## [Task details]
Find the lines below in which the string "loads" occurs. Copy each one.

## [Records provided]
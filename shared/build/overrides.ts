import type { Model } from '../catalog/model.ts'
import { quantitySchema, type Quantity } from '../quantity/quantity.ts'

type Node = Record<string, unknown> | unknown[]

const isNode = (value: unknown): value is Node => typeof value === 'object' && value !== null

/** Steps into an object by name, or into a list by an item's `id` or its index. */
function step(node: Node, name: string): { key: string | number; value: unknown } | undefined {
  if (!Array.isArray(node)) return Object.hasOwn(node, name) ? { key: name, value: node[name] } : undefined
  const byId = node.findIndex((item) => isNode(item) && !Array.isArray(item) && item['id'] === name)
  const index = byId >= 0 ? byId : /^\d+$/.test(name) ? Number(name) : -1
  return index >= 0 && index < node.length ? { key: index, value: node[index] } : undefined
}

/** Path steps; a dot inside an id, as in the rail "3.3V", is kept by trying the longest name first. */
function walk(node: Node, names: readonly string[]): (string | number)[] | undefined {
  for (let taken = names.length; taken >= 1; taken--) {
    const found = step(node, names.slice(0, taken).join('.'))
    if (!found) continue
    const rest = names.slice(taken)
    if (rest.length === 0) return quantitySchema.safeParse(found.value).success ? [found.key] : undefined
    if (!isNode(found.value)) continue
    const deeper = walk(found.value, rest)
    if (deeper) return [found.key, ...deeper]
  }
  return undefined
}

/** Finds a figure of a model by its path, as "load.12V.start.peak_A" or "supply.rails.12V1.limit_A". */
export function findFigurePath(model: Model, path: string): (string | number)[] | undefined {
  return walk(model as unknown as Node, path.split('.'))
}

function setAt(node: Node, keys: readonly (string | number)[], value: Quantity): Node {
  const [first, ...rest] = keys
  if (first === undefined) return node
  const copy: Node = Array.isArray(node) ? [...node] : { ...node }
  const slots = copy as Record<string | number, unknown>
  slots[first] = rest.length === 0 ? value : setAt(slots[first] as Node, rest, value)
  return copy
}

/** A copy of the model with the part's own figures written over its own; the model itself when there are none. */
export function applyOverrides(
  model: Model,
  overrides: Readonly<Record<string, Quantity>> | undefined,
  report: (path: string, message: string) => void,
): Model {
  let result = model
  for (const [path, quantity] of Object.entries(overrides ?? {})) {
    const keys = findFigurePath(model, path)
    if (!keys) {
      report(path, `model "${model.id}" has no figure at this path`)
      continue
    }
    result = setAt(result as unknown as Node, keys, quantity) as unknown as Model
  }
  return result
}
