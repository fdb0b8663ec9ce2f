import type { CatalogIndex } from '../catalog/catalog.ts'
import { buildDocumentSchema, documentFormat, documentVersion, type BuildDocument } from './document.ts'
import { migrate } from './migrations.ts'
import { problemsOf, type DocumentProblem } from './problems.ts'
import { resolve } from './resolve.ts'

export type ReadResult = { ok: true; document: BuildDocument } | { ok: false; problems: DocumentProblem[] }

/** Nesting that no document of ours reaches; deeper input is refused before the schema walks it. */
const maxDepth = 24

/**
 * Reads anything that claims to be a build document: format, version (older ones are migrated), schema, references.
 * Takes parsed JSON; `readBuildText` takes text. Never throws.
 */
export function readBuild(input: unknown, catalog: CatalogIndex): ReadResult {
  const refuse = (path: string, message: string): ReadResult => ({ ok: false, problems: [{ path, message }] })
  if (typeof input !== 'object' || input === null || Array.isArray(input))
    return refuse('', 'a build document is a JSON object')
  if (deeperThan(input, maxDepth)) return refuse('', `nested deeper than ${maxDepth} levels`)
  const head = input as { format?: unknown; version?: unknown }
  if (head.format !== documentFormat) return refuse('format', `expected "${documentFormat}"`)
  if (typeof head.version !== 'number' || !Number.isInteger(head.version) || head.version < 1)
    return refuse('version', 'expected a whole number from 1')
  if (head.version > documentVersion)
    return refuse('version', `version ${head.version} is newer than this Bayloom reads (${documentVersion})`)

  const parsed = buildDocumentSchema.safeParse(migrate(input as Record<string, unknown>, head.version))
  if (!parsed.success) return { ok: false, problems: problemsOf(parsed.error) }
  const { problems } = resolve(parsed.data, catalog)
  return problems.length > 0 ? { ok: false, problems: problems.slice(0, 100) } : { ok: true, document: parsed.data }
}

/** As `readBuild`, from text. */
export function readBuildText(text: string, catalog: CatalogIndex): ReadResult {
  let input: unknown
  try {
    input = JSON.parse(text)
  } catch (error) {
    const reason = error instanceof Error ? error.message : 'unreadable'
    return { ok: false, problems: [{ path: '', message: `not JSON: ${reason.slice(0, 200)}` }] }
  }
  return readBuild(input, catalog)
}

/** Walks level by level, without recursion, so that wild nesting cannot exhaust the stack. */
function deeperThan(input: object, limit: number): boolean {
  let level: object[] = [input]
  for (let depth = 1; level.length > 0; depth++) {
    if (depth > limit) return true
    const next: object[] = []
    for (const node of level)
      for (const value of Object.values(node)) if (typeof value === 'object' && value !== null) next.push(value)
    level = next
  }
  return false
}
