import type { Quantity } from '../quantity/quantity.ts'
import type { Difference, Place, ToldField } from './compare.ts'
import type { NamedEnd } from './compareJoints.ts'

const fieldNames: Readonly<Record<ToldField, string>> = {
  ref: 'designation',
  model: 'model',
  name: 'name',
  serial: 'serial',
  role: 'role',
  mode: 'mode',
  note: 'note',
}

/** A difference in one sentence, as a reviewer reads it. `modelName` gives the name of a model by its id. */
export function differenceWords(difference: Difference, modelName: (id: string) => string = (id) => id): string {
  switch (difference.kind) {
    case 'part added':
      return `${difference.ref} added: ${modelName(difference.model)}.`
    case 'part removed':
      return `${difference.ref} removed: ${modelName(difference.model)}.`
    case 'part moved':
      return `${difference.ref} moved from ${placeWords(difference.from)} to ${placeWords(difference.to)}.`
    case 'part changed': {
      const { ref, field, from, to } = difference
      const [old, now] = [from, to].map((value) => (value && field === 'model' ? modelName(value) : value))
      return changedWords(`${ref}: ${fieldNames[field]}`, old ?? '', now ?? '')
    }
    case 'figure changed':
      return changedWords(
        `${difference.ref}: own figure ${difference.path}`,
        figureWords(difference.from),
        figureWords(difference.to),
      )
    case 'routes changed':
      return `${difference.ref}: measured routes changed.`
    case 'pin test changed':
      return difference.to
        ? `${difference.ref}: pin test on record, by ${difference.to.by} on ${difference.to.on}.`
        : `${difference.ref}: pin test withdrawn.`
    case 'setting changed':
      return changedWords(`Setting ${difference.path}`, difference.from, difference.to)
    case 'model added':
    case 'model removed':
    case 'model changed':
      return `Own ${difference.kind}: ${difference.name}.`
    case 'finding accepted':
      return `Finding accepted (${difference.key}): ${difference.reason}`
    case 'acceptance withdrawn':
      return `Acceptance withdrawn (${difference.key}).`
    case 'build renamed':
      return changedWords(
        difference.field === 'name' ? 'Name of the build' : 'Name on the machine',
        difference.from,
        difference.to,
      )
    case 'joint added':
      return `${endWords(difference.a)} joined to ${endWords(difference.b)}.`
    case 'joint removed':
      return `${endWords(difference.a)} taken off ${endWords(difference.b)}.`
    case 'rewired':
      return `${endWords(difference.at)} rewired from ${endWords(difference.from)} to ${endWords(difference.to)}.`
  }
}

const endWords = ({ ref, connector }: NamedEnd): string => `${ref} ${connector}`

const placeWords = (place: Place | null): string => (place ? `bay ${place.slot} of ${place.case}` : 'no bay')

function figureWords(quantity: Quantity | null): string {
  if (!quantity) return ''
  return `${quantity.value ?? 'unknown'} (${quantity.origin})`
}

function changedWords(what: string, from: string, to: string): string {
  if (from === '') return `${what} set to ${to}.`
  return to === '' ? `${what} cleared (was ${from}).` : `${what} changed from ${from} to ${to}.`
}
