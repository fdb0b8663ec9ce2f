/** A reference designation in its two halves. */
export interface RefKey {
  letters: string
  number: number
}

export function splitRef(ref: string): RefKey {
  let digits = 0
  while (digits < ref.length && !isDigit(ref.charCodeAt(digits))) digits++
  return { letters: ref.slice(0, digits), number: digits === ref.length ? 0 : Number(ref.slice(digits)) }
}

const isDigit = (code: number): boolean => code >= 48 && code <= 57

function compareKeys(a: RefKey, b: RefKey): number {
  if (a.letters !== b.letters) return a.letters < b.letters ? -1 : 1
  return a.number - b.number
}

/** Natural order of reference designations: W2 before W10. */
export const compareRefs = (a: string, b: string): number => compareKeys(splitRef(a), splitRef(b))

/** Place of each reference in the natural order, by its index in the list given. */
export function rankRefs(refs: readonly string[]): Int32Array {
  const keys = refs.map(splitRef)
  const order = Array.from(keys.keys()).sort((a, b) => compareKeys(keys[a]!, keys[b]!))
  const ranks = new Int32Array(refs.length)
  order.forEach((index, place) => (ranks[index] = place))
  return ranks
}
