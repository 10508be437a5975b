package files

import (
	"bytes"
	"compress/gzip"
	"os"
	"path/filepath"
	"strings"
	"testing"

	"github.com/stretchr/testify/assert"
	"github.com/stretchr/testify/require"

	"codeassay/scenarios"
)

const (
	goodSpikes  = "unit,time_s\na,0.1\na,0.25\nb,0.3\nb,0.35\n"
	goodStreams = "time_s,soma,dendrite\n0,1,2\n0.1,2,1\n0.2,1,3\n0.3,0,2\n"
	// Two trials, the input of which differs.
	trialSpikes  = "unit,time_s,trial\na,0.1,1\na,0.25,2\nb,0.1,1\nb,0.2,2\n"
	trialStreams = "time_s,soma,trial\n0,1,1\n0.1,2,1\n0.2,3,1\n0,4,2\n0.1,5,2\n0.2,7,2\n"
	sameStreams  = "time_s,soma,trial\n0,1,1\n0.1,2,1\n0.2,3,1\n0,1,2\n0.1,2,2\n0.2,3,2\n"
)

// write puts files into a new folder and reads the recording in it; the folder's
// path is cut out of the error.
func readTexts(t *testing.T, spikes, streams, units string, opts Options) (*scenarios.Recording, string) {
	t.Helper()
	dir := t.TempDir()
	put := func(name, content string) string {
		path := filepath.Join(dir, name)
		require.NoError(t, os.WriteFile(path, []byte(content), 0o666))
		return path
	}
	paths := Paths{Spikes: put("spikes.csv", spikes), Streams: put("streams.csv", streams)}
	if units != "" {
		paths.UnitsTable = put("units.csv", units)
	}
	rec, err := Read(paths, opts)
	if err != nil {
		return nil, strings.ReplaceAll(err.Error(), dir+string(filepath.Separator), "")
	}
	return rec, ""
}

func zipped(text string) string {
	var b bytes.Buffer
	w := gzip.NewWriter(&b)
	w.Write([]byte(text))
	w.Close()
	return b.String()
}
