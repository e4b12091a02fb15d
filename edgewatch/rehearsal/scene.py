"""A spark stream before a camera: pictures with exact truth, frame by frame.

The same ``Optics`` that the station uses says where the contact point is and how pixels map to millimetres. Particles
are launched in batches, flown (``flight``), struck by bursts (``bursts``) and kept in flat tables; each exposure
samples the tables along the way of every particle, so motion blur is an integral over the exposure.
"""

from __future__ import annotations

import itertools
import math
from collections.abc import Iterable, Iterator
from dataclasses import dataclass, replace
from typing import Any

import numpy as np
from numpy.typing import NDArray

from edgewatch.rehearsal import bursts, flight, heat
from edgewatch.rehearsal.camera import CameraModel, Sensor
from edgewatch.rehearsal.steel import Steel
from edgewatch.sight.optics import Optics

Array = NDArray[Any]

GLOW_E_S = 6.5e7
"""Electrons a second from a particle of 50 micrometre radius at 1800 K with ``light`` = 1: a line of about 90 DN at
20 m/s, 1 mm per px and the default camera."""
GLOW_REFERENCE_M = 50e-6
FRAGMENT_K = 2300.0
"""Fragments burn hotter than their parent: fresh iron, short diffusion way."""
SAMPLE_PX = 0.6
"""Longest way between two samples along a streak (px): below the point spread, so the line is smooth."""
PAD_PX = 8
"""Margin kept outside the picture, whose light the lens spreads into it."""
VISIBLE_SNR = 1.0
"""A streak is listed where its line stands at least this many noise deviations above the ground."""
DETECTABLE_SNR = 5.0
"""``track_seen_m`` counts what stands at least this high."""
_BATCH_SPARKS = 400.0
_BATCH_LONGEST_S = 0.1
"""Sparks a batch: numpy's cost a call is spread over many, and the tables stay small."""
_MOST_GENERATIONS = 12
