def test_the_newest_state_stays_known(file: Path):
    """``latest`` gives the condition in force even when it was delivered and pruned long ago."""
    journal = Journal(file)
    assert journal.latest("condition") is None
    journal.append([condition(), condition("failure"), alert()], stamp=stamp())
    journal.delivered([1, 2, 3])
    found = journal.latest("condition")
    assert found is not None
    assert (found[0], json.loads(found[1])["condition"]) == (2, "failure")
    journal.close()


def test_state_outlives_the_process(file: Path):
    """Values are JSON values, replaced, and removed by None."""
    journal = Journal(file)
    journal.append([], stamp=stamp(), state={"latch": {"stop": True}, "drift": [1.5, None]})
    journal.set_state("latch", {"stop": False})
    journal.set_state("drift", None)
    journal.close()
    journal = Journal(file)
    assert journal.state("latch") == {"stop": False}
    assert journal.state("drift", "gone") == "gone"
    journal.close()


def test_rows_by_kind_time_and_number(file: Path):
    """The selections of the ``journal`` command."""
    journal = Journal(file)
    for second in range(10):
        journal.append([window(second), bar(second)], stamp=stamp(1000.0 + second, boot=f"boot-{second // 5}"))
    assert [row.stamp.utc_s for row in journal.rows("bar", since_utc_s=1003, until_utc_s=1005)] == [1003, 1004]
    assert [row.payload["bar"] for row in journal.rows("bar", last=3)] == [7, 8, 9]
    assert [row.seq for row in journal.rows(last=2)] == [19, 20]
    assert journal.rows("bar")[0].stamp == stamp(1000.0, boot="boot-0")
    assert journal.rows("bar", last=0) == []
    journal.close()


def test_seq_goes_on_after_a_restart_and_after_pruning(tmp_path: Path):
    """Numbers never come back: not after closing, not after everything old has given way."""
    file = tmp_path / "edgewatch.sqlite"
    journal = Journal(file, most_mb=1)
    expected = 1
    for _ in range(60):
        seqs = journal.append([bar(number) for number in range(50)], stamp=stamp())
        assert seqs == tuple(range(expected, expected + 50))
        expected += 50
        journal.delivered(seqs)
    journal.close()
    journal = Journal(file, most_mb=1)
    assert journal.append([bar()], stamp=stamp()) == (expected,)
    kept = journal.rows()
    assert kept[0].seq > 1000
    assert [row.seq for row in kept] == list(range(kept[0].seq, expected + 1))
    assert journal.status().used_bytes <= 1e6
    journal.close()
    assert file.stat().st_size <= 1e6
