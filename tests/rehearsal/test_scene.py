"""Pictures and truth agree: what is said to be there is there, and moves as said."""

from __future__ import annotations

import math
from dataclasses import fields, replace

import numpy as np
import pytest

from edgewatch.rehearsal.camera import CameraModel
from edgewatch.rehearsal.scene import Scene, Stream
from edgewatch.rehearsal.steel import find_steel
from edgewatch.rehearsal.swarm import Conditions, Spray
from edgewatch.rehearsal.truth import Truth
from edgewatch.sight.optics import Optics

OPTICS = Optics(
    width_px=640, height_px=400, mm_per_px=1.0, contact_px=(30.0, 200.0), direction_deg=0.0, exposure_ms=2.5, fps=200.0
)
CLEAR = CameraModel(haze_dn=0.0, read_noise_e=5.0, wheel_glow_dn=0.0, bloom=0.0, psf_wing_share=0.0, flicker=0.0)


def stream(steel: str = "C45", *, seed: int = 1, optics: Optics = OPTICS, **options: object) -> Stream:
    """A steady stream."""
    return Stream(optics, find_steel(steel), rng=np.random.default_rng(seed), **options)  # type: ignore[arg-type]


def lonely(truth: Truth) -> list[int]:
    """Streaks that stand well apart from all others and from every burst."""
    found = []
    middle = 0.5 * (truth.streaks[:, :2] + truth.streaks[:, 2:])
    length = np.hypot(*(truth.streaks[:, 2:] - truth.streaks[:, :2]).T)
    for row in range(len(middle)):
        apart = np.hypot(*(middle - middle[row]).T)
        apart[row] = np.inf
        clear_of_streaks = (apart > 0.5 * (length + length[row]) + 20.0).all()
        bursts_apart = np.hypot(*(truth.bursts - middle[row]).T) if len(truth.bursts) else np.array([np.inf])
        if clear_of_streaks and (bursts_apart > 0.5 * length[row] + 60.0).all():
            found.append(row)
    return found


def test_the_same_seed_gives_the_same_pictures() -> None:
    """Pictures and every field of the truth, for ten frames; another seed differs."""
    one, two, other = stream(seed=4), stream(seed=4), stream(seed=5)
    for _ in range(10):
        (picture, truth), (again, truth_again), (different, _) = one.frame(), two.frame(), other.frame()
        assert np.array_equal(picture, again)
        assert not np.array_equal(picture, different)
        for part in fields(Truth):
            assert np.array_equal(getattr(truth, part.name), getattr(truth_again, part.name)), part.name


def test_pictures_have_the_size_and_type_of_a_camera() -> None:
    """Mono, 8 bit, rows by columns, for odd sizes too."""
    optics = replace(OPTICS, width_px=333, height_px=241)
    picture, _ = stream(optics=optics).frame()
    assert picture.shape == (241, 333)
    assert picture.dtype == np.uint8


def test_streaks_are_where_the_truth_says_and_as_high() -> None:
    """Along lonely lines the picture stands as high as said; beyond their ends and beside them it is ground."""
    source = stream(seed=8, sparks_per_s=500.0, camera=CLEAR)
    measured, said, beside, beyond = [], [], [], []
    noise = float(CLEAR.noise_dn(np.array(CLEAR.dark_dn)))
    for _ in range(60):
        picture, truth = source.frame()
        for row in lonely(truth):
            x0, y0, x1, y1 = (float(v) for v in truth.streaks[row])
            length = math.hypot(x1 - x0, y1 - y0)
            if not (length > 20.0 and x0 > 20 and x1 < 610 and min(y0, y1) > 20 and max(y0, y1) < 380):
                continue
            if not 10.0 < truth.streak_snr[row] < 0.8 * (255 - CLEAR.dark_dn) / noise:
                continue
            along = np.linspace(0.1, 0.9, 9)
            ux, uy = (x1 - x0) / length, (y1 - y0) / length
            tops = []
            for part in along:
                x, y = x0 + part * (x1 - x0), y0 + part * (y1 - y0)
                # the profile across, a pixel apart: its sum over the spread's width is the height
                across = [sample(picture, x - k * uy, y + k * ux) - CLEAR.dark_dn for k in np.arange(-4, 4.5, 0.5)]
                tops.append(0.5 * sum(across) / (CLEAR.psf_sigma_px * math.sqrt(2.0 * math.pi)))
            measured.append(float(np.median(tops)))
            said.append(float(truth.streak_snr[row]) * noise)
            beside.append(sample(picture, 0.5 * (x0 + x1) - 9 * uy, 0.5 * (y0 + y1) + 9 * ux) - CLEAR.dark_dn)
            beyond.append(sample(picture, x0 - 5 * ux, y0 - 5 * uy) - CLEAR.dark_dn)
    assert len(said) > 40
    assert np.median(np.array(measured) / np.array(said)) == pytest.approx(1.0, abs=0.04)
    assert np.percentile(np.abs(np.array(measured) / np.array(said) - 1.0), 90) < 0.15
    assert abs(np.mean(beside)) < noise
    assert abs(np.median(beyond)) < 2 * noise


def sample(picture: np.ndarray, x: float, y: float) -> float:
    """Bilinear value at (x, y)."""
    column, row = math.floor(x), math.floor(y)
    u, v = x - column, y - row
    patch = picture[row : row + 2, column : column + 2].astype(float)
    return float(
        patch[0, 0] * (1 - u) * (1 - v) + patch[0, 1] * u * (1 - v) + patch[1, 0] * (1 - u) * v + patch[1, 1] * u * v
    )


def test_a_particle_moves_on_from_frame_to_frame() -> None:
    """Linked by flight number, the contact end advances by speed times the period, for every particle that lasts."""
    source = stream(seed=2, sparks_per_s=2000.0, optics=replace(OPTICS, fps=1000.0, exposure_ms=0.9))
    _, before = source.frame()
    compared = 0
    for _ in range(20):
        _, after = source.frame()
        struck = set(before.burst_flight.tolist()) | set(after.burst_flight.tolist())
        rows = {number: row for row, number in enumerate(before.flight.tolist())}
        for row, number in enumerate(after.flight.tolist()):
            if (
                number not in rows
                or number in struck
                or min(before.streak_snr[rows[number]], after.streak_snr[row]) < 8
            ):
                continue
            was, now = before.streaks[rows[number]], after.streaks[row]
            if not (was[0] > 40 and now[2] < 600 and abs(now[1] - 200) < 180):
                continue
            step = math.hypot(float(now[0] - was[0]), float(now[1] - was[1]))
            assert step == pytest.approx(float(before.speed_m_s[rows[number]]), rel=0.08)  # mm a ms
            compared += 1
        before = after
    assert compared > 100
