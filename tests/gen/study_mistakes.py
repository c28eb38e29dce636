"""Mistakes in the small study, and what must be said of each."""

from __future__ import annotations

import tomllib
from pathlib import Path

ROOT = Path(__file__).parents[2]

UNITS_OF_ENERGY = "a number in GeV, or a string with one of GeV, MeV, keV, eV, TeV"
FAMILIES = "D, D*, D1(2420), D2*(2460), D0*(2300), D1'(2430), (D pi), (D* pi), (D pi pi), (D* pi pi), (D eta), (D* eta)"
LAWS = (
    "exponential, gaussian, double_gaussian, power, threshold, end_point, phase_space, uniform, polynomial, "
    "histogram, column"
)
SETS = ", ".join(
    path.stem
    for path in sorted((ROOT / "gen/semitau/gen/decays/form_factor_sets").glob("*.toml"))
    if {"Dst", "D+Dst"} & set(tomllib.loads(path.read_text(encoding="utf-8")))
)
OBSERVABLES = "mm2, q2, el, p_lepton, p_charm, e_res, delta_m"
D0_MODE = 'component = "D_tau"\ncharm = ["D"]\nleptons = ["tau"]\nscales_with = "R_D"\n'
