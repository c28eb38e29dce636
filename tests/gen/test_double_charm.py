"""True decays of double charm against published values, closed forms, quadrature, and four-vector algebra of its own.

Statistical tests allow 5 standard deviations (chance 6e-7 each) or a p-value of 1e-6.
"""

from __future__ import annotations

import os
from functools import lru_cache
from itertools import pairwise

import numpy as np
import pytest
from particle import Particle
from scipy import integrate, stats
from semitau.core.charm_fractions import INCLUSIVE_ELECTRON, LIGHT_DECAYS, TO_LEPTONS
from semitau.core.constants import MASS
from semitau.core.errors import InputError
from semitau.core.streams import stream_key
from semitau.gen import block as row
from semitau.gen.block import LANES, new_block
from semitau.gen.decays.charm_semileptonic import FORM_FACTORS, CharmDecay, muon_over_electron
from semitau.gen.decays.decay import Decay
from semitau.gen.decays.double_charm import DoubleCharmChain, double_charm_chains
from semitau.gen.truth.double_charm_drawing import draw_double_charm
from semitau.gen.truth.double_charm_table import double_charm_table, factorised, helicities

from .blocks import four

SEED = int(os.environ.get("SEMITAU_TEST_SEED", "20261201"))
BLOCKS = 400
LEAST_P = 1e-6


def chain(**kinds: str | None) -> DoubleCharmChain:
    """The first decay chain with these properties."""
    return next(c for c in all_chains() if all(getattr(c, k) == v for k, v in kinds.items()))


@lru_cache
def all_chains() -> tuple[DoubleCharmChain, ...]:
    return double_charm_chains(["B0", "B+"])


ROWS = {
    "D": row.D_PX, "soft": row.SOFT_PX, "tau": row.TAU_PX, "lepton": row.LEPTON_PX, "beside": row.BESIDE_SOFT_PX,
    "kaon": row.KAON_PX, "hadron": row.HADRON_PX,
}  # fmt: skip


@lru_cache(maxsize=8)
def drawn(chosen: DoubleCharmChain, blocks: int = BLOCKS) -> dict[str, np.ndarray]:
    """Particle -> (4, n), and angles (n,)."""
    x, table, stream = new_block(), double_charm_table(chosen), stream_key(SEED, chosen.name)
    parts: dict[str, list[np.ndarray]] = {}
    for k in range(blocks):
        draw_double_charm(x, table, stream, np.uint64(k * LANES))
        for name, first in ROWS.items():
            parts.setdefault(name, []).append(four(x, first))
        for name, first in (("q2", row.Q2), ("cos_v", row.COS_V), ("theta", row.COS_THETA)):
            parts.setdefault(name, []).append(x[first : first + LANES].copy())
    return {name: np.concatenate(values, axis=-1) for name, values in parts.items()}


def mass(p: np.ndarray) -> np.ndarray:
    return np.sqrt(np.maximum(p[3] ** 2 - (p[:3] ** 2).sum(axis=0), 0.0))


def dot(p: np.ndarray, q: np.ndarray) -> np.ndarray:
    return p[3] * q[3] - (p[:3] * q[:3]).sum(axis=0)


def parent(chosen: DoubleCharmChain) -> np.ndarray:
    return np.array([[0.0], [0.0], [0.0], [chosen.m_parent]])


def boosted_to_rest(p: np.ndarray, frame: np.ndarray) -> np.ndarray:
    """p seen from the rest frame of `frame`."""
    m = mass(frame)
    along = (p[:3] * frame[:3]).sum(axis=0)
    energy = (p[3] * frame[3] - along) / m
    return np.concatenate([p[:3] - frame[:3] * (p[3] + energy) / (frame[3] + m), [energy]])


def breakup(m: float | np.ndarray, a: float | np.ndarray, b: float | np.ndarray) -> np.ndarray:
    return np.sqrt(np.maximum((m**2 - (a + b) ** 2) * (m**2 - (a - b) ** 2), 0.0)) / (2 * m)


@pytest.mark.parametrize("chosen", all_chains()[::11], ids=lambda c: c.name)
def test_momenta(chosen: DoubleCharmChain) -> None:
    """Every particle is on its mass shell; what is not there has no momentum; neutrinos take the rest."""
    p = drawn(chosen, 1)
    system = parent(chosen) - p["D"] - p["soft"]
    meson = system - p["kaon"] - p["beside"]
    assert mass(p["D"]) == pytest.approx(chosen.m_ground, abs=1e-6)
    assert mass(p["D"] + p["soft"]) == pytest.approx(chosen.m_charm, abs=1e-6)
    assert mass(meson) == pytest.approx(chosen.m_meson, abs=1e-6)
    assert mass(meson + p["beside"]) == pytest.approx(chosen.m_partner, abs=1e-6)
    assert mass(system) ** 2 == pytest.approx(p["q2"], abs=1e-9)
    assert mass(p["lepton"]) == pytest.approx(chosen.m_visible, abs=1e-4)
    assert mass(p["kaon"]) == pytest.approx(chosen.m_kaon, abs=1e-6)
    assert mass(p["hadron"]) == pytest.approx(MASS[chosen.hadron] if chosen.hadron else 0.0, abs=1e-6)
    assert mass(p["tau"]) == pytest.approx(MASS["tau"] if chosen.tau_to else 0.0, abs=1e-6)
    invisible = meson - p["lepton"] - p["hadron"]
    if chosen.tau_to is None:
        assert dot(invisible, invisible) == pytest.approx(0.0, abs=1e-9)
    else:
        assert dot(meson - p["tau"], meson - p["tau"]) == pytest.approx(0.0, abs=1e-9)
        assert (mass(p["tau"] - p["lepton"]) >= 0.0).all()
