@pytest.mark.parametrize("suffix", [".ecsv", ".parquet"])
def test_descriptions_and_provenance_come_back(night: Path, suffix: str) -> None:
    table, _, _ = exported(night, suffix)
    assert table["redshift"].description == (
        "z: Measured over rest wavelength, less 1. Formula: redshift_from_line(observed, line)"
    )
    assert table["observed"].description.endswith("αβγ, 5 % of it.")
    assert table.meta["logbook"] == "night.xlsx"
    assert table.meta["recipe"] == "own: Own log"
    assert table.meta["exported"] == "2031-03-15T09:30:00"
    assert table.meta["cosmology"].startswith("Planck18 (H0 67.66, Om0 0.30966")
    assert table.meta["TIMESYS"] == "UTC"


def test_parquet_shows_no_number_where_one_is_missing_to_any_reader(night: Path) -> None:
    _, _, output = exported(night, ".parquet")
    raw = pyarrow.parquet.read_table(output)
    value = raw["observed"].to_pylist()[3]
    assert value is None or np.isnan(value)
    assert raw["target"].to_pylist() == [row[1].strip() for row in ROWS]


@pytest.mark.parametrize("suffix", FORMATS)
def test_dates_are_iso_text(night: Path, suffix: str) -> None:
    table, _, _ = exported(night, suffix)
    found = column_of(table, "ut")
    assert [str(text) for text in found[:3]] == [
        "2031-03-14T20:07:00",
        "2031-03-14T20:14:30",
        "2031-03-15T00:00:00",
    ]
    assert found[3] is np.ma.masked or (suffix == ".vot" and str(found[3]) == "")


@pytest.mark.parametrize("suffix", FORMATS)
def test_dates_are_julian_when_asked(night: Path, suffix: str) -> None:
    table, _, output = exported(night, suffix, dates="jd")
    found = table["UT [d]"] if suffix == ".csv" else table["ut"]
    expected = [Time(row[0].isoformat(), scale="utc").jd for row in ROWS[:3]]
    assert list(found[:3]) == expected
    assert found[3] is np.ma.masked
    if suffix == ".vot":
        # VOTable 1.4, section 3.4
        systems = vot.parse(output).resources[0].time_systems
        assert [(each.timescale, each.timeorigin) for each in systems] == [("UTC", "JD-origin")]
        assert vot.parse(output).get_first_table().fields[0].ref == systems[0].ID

## [Response area]
    assert (found[0], json.loads(found[1])["condition"]) == (2, "failure")
    if {"Dst", "D+Dst"} & set(tomllib.loads(path.read_text(encoding="utf-8")))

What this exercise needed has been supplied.